The first line of the data below and every line after it, through the one with "grow with the", must be transcribed without change.

(Records from a dataset)
------------------------------------------------------------------------

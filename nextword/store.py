"""The model file: building its arrays from counts, writing it atomically, reading it safely.

One file holds everything a query needs, laid out so that opening it is a few header
reads plus ``mmap``: the bigram arrays are never copied or parsed, so load time does not
grow with the model. Every number read from a file is checked before it is used as a
length, offset or index; see docs/FORMAT.md for the byte-by-byte layout.
"""

from __future__ import annotations

import bisect
import mmap
import os
import struct
import tempfile
import zlib
from dataclasses import dataclass
from pathlib import Path
from typing import Any, Final, Iterable, Sequence, cast

import marisa_trie
import msgpack
import numpy as np

from .codecs import COUNT_ESCAPE as COUNT_ESCAPE  # one source: the codec owns the escape byte
from .codecs import EXACT, Codec, ExactCodec, codec_named
from .succinct import ChunkedEF, PrefixSums, ef_check_headers, ef_encode
from .successors import CTX_BLOCK as CTX_BLOCK  # one source: the plain layout's trigram block (re-exported)
from .successors import (
    BigramLists, EFBigramLists, EFSparseTable, EFTrigramLists, PlainBigramLists, PlainSparseTable, PlainTrigramLists,
    RowCounts, SparseTable, TrigramLists,
)  # fmt: skip
from .counts import CountTables
from .errors import InvalidArgumentError, ModelFormatError
from .estimators import FittedJelinekMercer, FittedKneserNey, unigram_floor
from .estimators.jm import MAX_LAMBDA as MAX_LAMBDA  # re-exported: one source, the estimator that owns λ
from .estimators.jm import jm_step
from .text import TEXT_RULES
from .paths import check_new_output as check_new_output  # re-exported: callers of the store use it

__all__ = [
    "level_values",
    "QUANT_MINOR",
    "COMPACT_MINOR",
    "compact_sections",
    "MAGIC",
    "FORMAT_VERSION",
    "write_model",
    "read_model",
    "rewrite_model",
    "ModelArrays",
    "atomic_write",
    "DEFAULT_SKYBAND_K",
    "DEFAULT_SKYBAND_MIN",
    "DEFAULT_TRIGRAM_SKYBAND_MIN",
    "TOPK_FANOUT",
    "MAX_LAMBDA",
    "build",
    "build_ngram_sections",
    "ESTIMATORS",
    "ORDERS",
]

MAGIC: Final = b"\x89NWM\r\n\x1a\n"
FORMAT_VERSION: Final = (1, 0)
#: Minor version 1 adds λ by history count (META "lambda_buckets"); minor version 2 adds
#: pruned models (optional HIST section: c(v) as the sum of the kept pairs); minor version
#: 3 added the estimator and order fields of META, Kneser-Ney and a first trigram layout;
#: minor version 4 replaces that layout (value codec in META, one-byte trigram values,
#: derived context totals, dropped mass, trigram skybands; docs/FORMAT.md §7.11-7.16).
#: Files that use none of these stay 1.0. 1.3 files are refused with a message naming
#: the version (they were never released; retraining writes 1.4).
MAX_MINOR: Final = 6
#: the layout of Kneser-Ney and trigram files
NGRAM_MINOR: Final = 4
#: the same layout with quantised values (META codec "quant", docs/FORMAT.md §7.17); any
#: estimator and order, the Jelinek-Mercer bigram included (it needs HIST: its row sums
#: are sums of decoded values, no longer the unigram counts)
QUANT_MINOR: Final = 5
#: any 1.4/1.5 kind with its monotone sequences coded by chunked Elias-Fano (META
#: "successors", docs/FORMAT.md §7.18): successor lists, row and trigram starts, and no
#: stored inverse permutations
COMPACT_MINOR: Final = 6
#: META "successors" of a 1.6 file (the only layout so far)
SUCCESSORS_META: Final = {"name": "ef", "version": 1}
#: a trigram context with more successors than this has (Σ values, n₁, n₂, n₃₊) stored in
#: TLNI/TLNV; shorter ones are summed from their row at query time
SUMMARY_MIN: Final = 32
#: the value tags of each level (the codec's sections)
BIGRAM_TAGS: Final = (b"CNTS", b"BIGI", b"BIGC")
TRIGRAM_TAGS: Final = (b"TVAL", b"TBGI", b"TBGC")
#: each bigram entry's number of trigram successors (0: not a trigram context), same escapes
CONTEXT_TAGS: Final = (b"TLEN", b"TLEI", b"TLEV")
#: sections that only some files have: tag -> element type ("id" = the file's id type,
#: "u2|u4" = either, declared in the section table)
_OPTIONAL: Final = {
    b"HIST": "u4",
    b"HN13": "u4",
    b"HDRI": "id",
    b"HDRV": "u4",
    b"TCTB": "u4",
    b"TLEN": "u1",
    b"TLEI": "u4",
    b"TLEV": "u4",
    b"TSUC": "id",
    b"TVAL": "u1",
    b"TBGI": "u4",
    b"TBGC": "u4",
    b"TLNI": "u4",
    b"TLNV": "u4",
    b"TDRI": "u4",
    b"TDRV": "u4",
    b"TSGS": "u4",
    b"TSGE": "u4",
    b"TSKP": "u4",
    b"TSKI": "u2|u4",
    b"TSKC": "u2|u4",
    # format 1.6 (§7.18): chunked Elias-Fano headers (u32 or u64) and bit streams, and HN13's replacement
    b"RWEH": "u4|u8",
    b"RWEB": "u1",
    b"SEFH": "u4|u8",
    b"SEFB": "u1",
    b"TPTH": "u4|u8",
    b"TPTB": "u1",
    b"TEFH": "u4|u8",
    b"TEFB": "u1",
    b"UNEH": "u4|u8",
    b"UNEB": "u1",
    b"HSEH": "u4|u8",
    b"HSEB": "u1",
    b"N1EH": "u4|u8",
    b"N1EB": "u1",
    b"N2EH": "u4|u8",
    b"N2EB": "u1",
    b"HDIH": "u4|u8",
    b"HDIB": "u1",
    b"HDVH": "u4|u8",
    b"HDVB": "u1",
    b"TDIH": "u4|u8",
    b"TDIB": "u1",
    b"TDVH": "u4|u8",
    b"TDVB": "u1",
}
#: the required sections of §7 that a 1.6 file replaces (§7.18), and the sections it has instead
_COMPACT_DROPS: Final = (b"IDTK", b"APOS", b"ROWS", b"SUCC", b"UNIG")
_COMPACT_BASE: Final = (b"RWEH", b"RWEB", b"SEFH", b"SEFB", b"UNEH", b"UNEB")
#: a 1.6 file's optional sections per kind, in place of the plain ones (§7.18)
_COMPACT_NGRAM_BASE: Final = (b"HSEH", b"HSEB", b"HDIH", b"HDIB", b"HDVH", b"HDVB")
_COMPACT_KN: Final = (b"N1EH", b"N1EB", b"N2EH", b"N2EB")
_COMPACT_TRIGRAM: Final = (b"TPTH", b"TPTB", b"TEFH", b"TEFB", b"TDIH", b"TDIB", b"TDVH", b"TDVB")
_PLAIN_TRIGRAM_ONLY: Final = (b"TCTB", b"TLEN", b"TLEI", b"TLEV", b"TSUC", b"TDRI", b"TDRV")
#: smoothing methods and n-gram orders a model file can record (META "estimator", "order")
ESTIMATORS: Final = ("jm", "kn")
ORDERS: Final = (2, 3)
_TRIGRAM: Final = (
    b"TCTB", b"TLEN", b"TLEI", b"TLEV", b"TSUC", b"TVAL", b"TBGI", b"TBGC",
    b"TLNI", b"TLNV", b"TDRI", b"TDRV", b"TSGS", b"TSGE", b"TSKP", b"TSKI", b"TSKC",
)  # fmt: skip
#: in every 1.4 n-gram file: per-history totals (with dropped mass) and the dropped part
_NGRAM_BASE: Final = (b"HIST", b"HDRI", b"HDRV")
HEADER = struct.Struct("<8sHHIQII")  # magic, major, minor, sections, file size, table crc, header crc
ENTRY = struct.Struct("<4sB3xQQI4x")  # tag, dtype code, offset, length, crc
MAX_SECTIONS: Final = 64
MAX_META_BYTES: Final = 1 << 20
ALIGN: Final = 8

------------------------------------------------------------------------

- TASK RESPONSE
filename nextword/store.py
"""The model file: building its arrays from counts, writing it atomically, reading it safely.

One file holds everything a query needs, laid out so that opening it is a few header
reads plus ``mmap``: the bigram arrays are never copied or parsed, so load time does not
grow with the model. Every number read from a file is checked before it is used as a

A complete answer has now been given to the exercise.